- **Provided data**:
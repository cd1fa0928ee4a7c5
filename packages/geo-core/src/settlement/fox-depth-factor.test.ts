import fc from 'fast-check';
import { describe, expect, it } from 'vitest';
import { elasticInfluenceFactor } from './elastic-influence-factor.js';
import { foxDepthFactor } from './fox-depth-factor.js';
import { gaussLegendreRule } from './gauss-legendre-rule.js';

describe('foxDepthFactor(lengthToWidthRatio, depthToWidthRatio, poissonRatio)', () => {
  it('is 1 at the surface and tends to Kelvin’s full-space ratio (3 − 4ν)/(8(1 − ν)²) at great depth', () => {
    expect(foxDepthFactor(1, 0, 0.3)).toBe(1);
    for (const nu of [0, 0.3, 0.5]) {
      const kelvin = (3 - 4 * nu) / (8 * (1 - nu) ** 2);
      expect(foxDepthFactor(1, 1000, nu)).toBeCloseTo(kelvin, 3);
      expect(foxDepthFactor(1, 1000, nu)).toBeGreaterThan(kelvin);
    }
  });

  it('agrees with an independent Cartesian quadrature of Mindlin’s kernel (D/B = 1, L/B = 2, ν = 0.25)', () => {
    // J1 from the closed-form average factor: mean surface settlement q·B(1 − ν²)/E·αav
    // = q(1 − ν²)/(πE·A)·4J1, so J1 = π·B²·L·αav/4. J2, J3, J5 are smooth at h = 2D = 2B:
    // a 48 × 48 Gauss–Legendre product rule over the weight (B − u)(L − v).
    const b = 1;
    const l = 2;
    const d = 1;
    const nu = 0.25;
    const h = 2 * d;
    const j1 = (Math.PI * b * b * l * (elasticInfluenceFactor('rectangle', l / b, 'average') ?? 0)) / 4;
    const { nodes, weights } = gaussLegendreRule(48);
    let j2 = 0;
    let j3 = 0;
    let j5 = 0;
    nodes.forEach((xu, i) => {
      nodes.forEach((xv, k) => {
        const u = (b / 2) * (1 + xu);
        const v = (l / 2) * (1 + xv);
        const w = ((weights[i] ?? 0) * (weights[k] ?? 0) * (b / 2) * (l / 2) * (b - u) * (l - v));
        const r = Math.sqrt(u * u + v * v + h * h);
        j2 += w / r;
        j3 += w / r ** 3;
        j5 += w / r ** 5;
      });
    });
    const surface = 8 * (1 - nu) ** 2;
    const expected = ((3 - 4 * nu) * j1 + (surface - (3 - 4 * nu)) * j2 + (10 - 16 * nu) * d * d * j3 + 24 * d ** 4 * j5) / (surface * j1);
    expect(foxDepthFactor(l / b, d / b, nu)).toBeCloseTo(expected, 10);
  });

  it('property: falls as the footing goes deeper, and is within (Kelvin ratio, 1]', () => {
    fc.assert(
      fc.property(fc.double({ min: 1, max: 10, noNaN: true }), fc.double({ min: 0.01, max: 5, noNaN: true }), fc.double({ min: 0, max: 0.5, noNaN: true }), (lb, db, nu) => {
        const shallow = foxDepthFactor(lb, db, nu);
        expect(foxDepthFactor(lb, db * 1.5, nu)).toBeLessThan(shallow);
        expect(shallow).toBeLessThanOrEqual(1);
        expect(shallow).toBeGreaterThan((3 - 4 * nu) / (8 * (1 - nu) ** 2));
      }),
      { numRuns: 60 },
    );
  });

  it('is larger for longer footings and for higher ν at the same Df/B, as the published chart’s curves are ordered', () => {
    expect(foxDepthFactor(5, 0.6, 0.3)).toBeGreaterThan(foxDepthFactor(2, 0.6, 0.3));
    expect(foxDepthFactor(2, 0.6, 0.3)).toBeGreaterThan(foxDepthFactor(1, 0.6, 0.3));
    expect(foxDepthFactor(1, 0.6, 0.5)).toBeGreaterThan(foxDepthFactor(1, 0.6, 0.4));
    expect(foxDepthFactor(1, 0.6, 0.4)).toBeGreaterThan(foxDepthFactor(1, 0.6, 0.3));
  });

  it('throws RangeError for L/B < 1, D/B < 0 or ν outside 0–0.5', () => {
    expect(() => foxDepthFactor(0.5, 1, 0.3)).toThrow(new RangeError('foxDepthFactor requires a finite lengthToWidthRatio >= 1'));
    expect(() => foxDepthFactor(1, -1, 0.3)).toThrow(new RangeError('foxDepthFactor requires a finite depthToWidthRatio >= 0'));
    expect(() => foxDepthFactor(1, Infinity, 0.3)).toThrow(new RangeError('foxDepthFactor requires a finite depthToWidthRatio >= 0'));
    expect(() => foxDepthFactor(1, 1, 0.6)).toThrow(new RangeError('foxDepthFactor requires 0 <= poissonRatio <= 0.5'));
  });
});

- **Description of the task**: Please give the number of lines in the entries above that hold "property", with no other words.

- **Task response**: 2